Deep Dive
1. Glamsterdam Upgrade (H1 2026)
Overview: This is the next scheduled major hard fork, expected in the first half of 2026. Its core objectives are to significantly scale Ethereum's Layer 1 execution. Key proposals include EIP-7928 for Block-level Access Lists (enabling parallel transaction processing) and EIP-7732 for Enshrined Proposer-Builder Separation (ePBS), which aims to decentralize block building and improve MEV fairness (Ethereum Foundation). The upgrade also plans to push the gas limit "toward and beyond 100 million" from the current 60 million, allowing more transactions per block and lower fees.
What this means: This is bullish for Ethereum because it directly addresses the network's capacity constraints. Higher throughput and lower base-layer fees could improve the user experience for applications that remain on L1 and strengthen Ethereum's competitive position. The main risk is technical complexity, which could lead to delays or implementation challenges.
2. Hegotá Upgrade (H2 2026)
Overview: Following Glamsterdam, the Hegotá upgrade is slated for the second half of 2026, continuing the new biannual upgrade cadence (Decrypt). While its exact scope is still being defined, the focus will likely be on the next phase of state management. This includes advancing Verkle Trees, a data structure crucial for achieving "stateless" clients, which would dramatically reduce the hardware requirements for node operators and bolster decentralization.
What this means: This is neutral-to-bullish for Ethereum as it represents essential, long-term infrastructure work. Successfully implementing Verkle Trees would lower barriers to running a node, enhancing network security and resilience. However, as a complex, foundational change, its development and testing timeline carries inherent uncertainty.

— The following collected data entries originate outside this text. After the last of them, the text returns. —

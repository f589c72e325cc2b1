"""The categorical state kind in the protocol: levels, reference, rare-level rule, and what other sections may
say about it. Each refusal is one line naming the state (exact messages written for this project)."""

from __future__ import annotations

import pytest
import yaml
from support.tiny import tiny_protocol_dict

from regimewise.errors import ProtocolError
from regimewise.protocol import load_protocol
from regimewise.protocol.model import sweep_specifications

EDU = {"name": "edu", "label": "Education", "kind": "categorical", "levels": ["low", "mid", "high"]}


def _protocol(tmp_path, state=None, **sections):
    d = tiny_protocol_dict()
    d["states"].append({**EDU, **(state or {})})
    d.update(sections)
    path = tmp_path / "protocol.yaml"
    path.write_text(yaml.safe_dump(d, sort_keys=False), encoding="utf-8")
    return load_protocol(path).protocol


def _rule(condition):
    return {"clinical_rules": [{"name": "r", "forbid": ["up"], "when": [{"state": "edu", **condition}]}]}


def test_defaults_reference_first_level_and_refuse(tmp_path):
    state = _protocol(tmp_path).states[-1]
    # Exact: the documented defaults.
    assert (state.reference_level, state.rare_levels, state.coded_levels) == ("low", "refuse", ("low", "mid", "high"))
    merged = _protocol(tmp_path, {"rare_levels": "merge", "other_level": "rest"}).states[-1]
    assert merged.coded_levels == ("low", "mid", "high", "rest")


CASES = {
    "no levels": ({"levels": None}, "categorical state 'edu' needs levels"),
    "one level": ({"levels": ["low"]}, "states[2].levels"),
    "repeated level": ({"levels": ["low", "low", "mid"]}, "lists level 'low' twice"),
    "reference not a level": ({"reference": "top"}, "reference 'top' is not one of its levels"),
    "range on a categorical": ({"plausible_range": [0, 1]}, "plausible_range applies to numeric states"),
    "other level is a level": ({"rare_levels": "merge", "other_level": "mid"}, "other_level 'mid' is already a level"),
    "identifier-like level": ({"levels": ["low", "jane.roe@example.org"]}, "looks like it holds a direct identifier"),
}


@pytest.mark.parametrize("case", sorted(CASES))
def test_bad_categorical_declarations_are_one_line(tmp_path, case):
    change, fragment = CASES[case]
    with pytest.raises(ProtocolError) as info:
        _protocol(tmp_path, change)
    assert "\n" not in str(info.value) and fragment in str(info.value), str(info.value)


def test_levels_only_on_categorical_states(tmp_path):
    d = tiny_protocol_dict()
    d["states"][0]["levels"] = ["a", "b"]
    path = tmp_path / "protocol.yaml"
    path.write_text(yaml.safe_dump(d), encoding="utf-8")
    with pytest.raises(ProtocolError, match="levels applies to categorical states only"):
        load_protocol(path)


def test_rule_on_categorical_takes_in_with_levels(tmp_path):
    p = _protocol(tmp_path, constraints=_rule({"comparison": "not_in", "values": ["high"]}))
    assert p.constraints.clinical_rules[0].when[0].values == ["high"]


@pytest.mark.parametrize(
    "condition, fragment",
    [
        ({"comparison": "above", "value": 1}, "'above' needs an ordered number, but the state is categorical"),
        ({"comparison": "in", "values": ["top"]}, "'top' is not one of its levels"),
    ],
)
def test_rule_on_categorical_refuses_order_and_unknown_levels(tmp_path, condition, fragment):
    with pytest.raises(ProtocolError) as info:
        _protocol(tmp_path, constraints=_rule(condition))
    assert "\n" not in str(info.value) and fragment in str(info.value), str(info.value)


def test_rule_on_numeric_state_refuses_text_values(tmp_path):
    rule = {"clinical_rules": [{"name": "r", "forbid": ["up"], "when": [{"state": "bp", "comparison": "in",
                                                                          "values": ["high"]}]}]}  # fmt: skip
    with pytest.raises(ProtocolError, match="continuous state compares numbers, not text"):
        _protocol(tmp_path, constraints=rule)


def test_indicator_policy_and_splines_refused_for_categorical(tmp_path):
    data = {"decisions": "decisions.csv", "missing": {"edu": "indicator"}}
    with pytest.raises(ProtocolError, match="categorical state 'edu' has not; use refuse, drop or carry_forward"):
        _protocol(tmp_path, data=data)
    with pytest.raises(ProtocolError, match="'edu' is not a declared continuous or integer state"):
        _protocol(tmp_path, behaviour_model={"spline_states": ["edu"]})


def test_sweep_specifications_revalidate_a_protocol_with_categorical_and_numeric_states(tmp_path):
    p = _protocol(tmp_path, {"rare_levels": "merge"}, sweeps={"axes": {"q_model.basis": ["linear", "cubic"]}})
    specs = sweep_specifications(p)
    # Exact: the protocol's own setting (linear) and the one other value; each a whole valid protocol whose states
    # are the protocol's (a dumped numeric state holds the categorical fields' defaults, which are not refused).
    assert [s.settings for s in specs] == [{"q_model.basis": "linear"}, {"q_model.basis": "cubic"}]
    assert all(s.protocol.states == p.states for s in specs)


# ---------------------------------------------------------------------------------------------- comparators
def _comparator(condition, otherwise="hold"):
    return [
        {
            "name": "by_edu",
            "label": "By education",
            "rules": [{"action": "up", "when": [condition]}],
            "otherwise": otherwise,
        }
    ]


def test_a_comparator_may_choose_by_level(tmp_path):
    import numpy as np

    p = _protocol(tmp_path, comparators=_comparator({"state": "edu", "comparison": "in", "values": ["mid", "high"]}))
    columns = {"edu": np.array(["low", "mid", "high", "mid"], dtype=object)}
    # exact: 'up' (code 1) where edu is mid or high, 'hold' (code 0) elsewhere
    assert p.comparators[0].action_codes(columns, 4, p.action_labels).tolist() == [0, 1, 1, 1]
    assert "education in {mid, high}" in p.comparators[0].words(p.states)


COMPARATOR_CASES = {
    "order on a categorical": (
        {"state": "edu", "comparison": "above", "value": 1},
        "comparators[0].rules[0].when[0].comparison: 'above' needs an ordered number",
    ),
    "unknown level": (
        {"state": "edu", "comparison": "in", "values": ["top"]},
        "comparators[0].rules[0].when[0].values: 'top' is not one of the levels of 'edu'",
    ),
    "text on a number": (
        {"state": "bp", "comparison": "in", "values": ["high"]},
        "comparators[0].rules[0].when[0].values: 'bp' is a continuous state and compares numbers",
    ),
    "a level no rule can reach": (  # edu not_in all its levels never holds
        {"state": "edu", "comparison": "not_in", "values": ["low", "mid", "high"]},
        "comparators[0].rules[0]: never applies",
    ),
}


@pytest.mark.parametrize("case", sorted(COMPARATOR_CASES))
def test_a_comparator_condition_that_does_not_fit_a_categorical_is_one_line(tmp_path, case):
    condition, fragment = COMPARATOR_CASES[case]
    with pytest.raises(ProtocolError) as info:
        _protocol(tmp_path, comparators=_comparator(condition))
    assert "\n" not in str(info.value) and fragment in str(info.value), str(info.value)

3. The Strawmap Vision (Through 2029)
Overview: Beyond 2026, the Ethereum Foundation's "Strawmap" outlines a strategic vision for Layer 1 upgrades through the end of the decade (The Defiant). It envisions approximately seven forks, targeting five "north stars": near-instant transaction finality, ~10,000 transactions per second on L1, massive L2 scaling, post-quantum cryptography, and built-in privacy for ETH transfers via shielded transactions.
What this means: This is a bullish long-term signal for Ethereum, demonstrating coordinated, multi-year planning to solve scalability, security, and privacy challenges simultaneously. It frames Ethereum's evolution from a rollup-centric present to a fully scaled, quantum-resistant settlement layer. The primary risk is that such an ambitious, multi-year plan depends on sustained research breakthroughs and successful execution of each sequential step.
Conclusion
Ethereum's roadmap is now characterized by a predictable, twice-yearly upgrade cycle focused on concrete scaling, user experience, and security goals, moving from ambitious research into systematic engineering delivery. How will the successful implementation of parallel execution in Glamsterdam reshape the competitive dynamics between Layer 1 and Layer 2 ecosystems?